The race to deliver great customer experience is on. The vehicle you will be driving if you are to compete in this race is a customer experience (CX) management product. Your vehicle must be quick out of the gate and ready for long distance. Here are six components that your CX software must have.
1. Head Room. The fitness business is more complex than other transaction-focused retail environments. Understanding the fitness business is critical to designing a system that aligns with the member’s journey and will support your own growth and learning. Outgrowing the software quickly will be frustrating and will have your team trying to figure out how to get higher scores, instead of how to improve the member experience.That is a bad place to end up.
2. Engaging. If the software isn’t easy to use and doesn’t have “slap you in the face” analytics and reporting, it won’t be engaging. When you are trying to “operationalize” your member feedback system, the software better be helpful, effective and grab the attention of the people who are running at 100 miles per hour every day. Having great mobile apps, crystal-clear dashboards and fast workflows is critical.
3. “First Degree” Accountability. I love Net Promoter Scores (NPS). I love the alignment it creates in any size company. But in operations, it only provides “third degree” accountability. If I’m a front desk staff member and you tell me our NPS is trending downward (or upward, for that matter), my feeling of responsibility to that outcome is three degrees of separation away. You need to capture the member journey in a set of metrics that can measure the touch points that matter.

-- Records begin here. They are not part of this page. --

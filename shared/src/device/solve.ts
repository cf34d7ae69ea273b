import { betaOf, channelOf, slopeFactorOf, thresholdOf } from './channel.js';
import { type CurrentModel, drainCurrent } from './drain-current.js';
import { EngineError } from './errors.js';
import { type OperatingPoint, operatingPoint } from './operating-point.js';
import { overdriveForCurrent, overdriveForGmId } from './overdrive.js';
import { type PreparedDevice } from './resolve-device.js';
import { say, voltageNames } from './say.js';
import type { ChannelTerms } from './short-channel.js';
import { DEFAULT_MAX_FINGER_WIDTH, type SnappedWidth, snapWidth } from './snap-width.js';
import type { Warning } from '../schemas/warning.js';
import { sizePlausibilityWarnings } from './size-plausibility.js';
import { operatingPointWarnings } from './warnings.js';

/** Widths above this are refused as no circuit's, m (10 cm). */
export const MAX_WIDTH = 0.1;

/** What to size for: ID, L, VDS, VSB (SI, polarity-normalised) and exactly one of vov, gmId, w, vgs. */
export interface SizeTarget {
  id: number;
  l: number;
  vds: number;
  vsb: number;
  vov?: number;
  gmId?: number;
  w?: number;
  vgs?: number;
  /** Fingers are split so that none is wider, m; default 10 µm. */
  maxFingerWidth?: number;
}

export type Constraint = 'vov' | 'gmId' | 'w' | 'vgs';

export interface Sizing extends OperatingPoint {
  fingers: number;
  fingerWidth: number;
  /** The width the target asked for before snapping, m. */
  wRequired: number;
  constraint: Constraint;
  warnings: Warning[];
}

/** Which one of vov, gmId, w, vgs the target gives (the schemas make sure it is exactly one). */
export function constraintOf(target: Pick<SizeTarget, Constraint>): Constraint {
  const given = (['vov', 'gmId', 'w', 'vgs'] as const).filter((name) => target[name] !== undefined);
  if (given.length !== 1) {
    throw new EngineError('VALIDATION_FAILED', `Give exactly one of vov, gmId, w, vgs (got ${given.join(', ') || 'none'})`, given[1] ?? 'vov');
  }
  return given[0];
}

export function checkLength(device: PreparedDevice, l: number, field = 'l'): void {
  if (l < device.params.lmin) {
    throw new EngineError('L_BELOW_LMIN', `L = ${say(l, 'm')} is below the process minimum ${say(device.params.lmin, 'm')}`, field);
  }
}

/** The gate overdrive a vov, gmId or vgs constraint asks for (not w), V; vt is the threshold at this VDS (DIBL included). */
export function overdriveOfConstraint(model: CurrentModel, constraint: Exclude<Constraint, 'w'>, value: number, vt: number, n: number, ut: number, vds: number, terms?: ChannelTerms): number {
  if (constraint === 'vov') return value;
  if (constraint === 'vgs') return value - vt;
  return overdriveForGmId(model, n, ut, vds, value, terms);
}

/**
 * The drawn width for an effective width the current needs: every finger loses ΔW, so the drawn width
 * is Weff + fingers·ΔW, snapped; the finger count settles within a few rounds.
 */
function drawnWidthFor(weff: number, dw: number, params: { wgrid: number; wmin: number }, maxFingerWidth: number): { snapped: SnappedWidth; wRequired: number } {
  let fingers = 1;
  for (let round = 0; round < 4; round++) {
    const wRequired = weff + fingers * dw;
    const snapped = snapWidth(wRequired, params.wgrid, params.wmin, maxFingerWidth);
    if (snapped.fingers === fingers || dw === 0) return { snapped, wRequired };
    fingers = snapped.fingers;
  }
  const wRequired = weff + fingers * dw;
  return { snapped: snapWidth(wRequired, params.wgrid, params.wmin, maxFingerWidth), wRequired };
}

/**
 * Sizes a device: the width for the target (unsnapped), then the drawn width (fingers no wider than the
 * limit, each snapped to wgrid and at least wmin), then the operating point actually reached with that
 * width. For vov and gmId targets VGS is re-solved so that ID stays at the target; for a vgs target VGS
 * is kept and the reached ID is reported; for a w target VGS is solved for ID and must stay ≤ vdd.
 */
export function solveSize(device: PreparedDevice, model: CurrentModel, target: SizeTarget): Sizing {
  const { params, ut } = device;
  const { id, l, vds, vsb } = target;
  const constraint = constraintOf(target);
  checkLength(device, l);
  // The channel per metre of effective width (no finger has lost ΔW yet): kp(L, T)/Leff, λ, the short-channel terms.
  const perWidth = channelOf(device, model, 1, l, 0);
  const { lambda, terms } = perWidth;
  const vt = thresholdOf(device, perWidth, vsb, vds);
  const n = slopeFactorOf(device, perWidth, vsb);
  const maxFingerWidth = target.maxFingerWidth ?? DEFAULT_MAX_FINGER_WIDTH;
  const dw = model === 'square-law' ? 0 : (params.dw ?? 0);

  let drawn: { snapped: SnappedWidth; wRequired: number };
  if (constraint === 'w') {
    const w = target.w as number;
    if (w < params.wmin) throw new EngineError('W_BELOW_WMIN', `W = ${say(w, 'm')} is below the process minimum ${say(params.wmin, 'm')}`, 'w');
    if (!(w <= MAX_WIDTH)) throw new EngineError('W_TOO_LARGE', `W = ${say(w, 'm')} is more than ${say(MAX_WIDTH, 'm')}`, 'w');
    drawn = { snapped: snapWidth(w, params.wgrid, params.wmin, maxFingerWidth), wRequired: w };
  } else {
    const vov = overdriveOfConstraint(model, constraint, target[constraint] as number, vt, n, ut, vds, terms);
    const weff = id / drainCurrent(model, betaOf(perWidth, vsb), n, ut, lambda, vov, vds, terms);
    if (!(weff <= MAX_WIDTH)) {
      throw new EngineError('W_TOO_LARGE', `This target needs W = ${say(weff, 'm')}, more than ${say(MAX_WIDTH, 'm')}; raise the overdrive or lower gm/ID`, constraint);
    }
    drawn = drawnWidthFor(weff, dw, params, maxFingerWidth);
  }
  const { snapped, wRequired } = drawn;
  const beta = betaOf(channelOf(device, model, snapped.w, l, snapped.fingers), vsb);

  let vgs: number;
  if (constraint === 'vgs') {
    vgs = target.vgs as number;
  } else {
    vgs = vt + overdriveForCurrent(model, beta, n, ut, lambda, vds, id, terms);
    if (constraint === 'w' && vgs > device.vdd) {
      const most = drainCurrent(model, beta, n, ut, lambda, device.vdd - vt, vds, terms);
      throw new EngineError(
        'ID_NOT_REACHABLE_BELOW_VDD',
        `W = ${say(snapped.w, 'm')} cannot carry ${say(id, 'A')} with ${voltageNames(device.polarity).vgs} ≤ VDD = ${say(device.vdd, 'V')}: it would need ${voltageNames(device.polarity).vgs} = ${say(vgs, 'V')}; at VDD it carries ${say(most, 'A')}`,
        'id',
      );
    }
  }

  const op = operatingPoint(device, model, snapped.w, l, { vgs, vds, vsb }, snapped.fingers);
  const warnings = operatingPointWarnings(device, model, op);
  if (snapped.raisedToWmin) {
    warnings.push({
      code: 'W_BELOW_WMIN',
      message: `The width needed, ${say(wRequired / snapped.fingers, 'm')} per finger, is below wmin = ${say(params.wmin, 'm')}: the finger was widened to wmin${constraint === 'vgs' ? ', so ID is above the target' : ' and VGS lowered to keep ID'}; a longer L brings W back above wmin.`,
    });
  }
  warnings.push(...sizePlausibilityWarnings({ w: snapped.w, l, fingers: snapped.fingers, id: op.id }));
  return { ...op, fingers: snapped.fingers, fingerWidth: snapped.fingerWidth, wRequired, constraint, warnings };
}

4. Dynamic Reporting. The industry tends to think of this as real time reporting. And it is. But dynamic reporting isn’t only real time — it is instantly informative. You need real time reporting that shows up as a spreadsheet or a table and doesn’t give everyone brain damage trying to figure out what the report says. Live reporting is real time, instantly informative, useful for decision making at any level of the organization, and an accurate representation of the member experience.
5. Member Segmentation. Segmentation allows you to get a deep understanding of your members’ experiences. Being able to segment by age, gender, different experience categories, members that bring guests, members that do not bring guests, etc., can create clarity out of chaos. What happens when you can identify hundreds of members at a single location who love the equipment, love the staff, plan on staying a long time and have had great fitness results? You can specifically target them in a referral campaign. Member segmentation is critical for understanding issues, but it is also an immediate driver of new business.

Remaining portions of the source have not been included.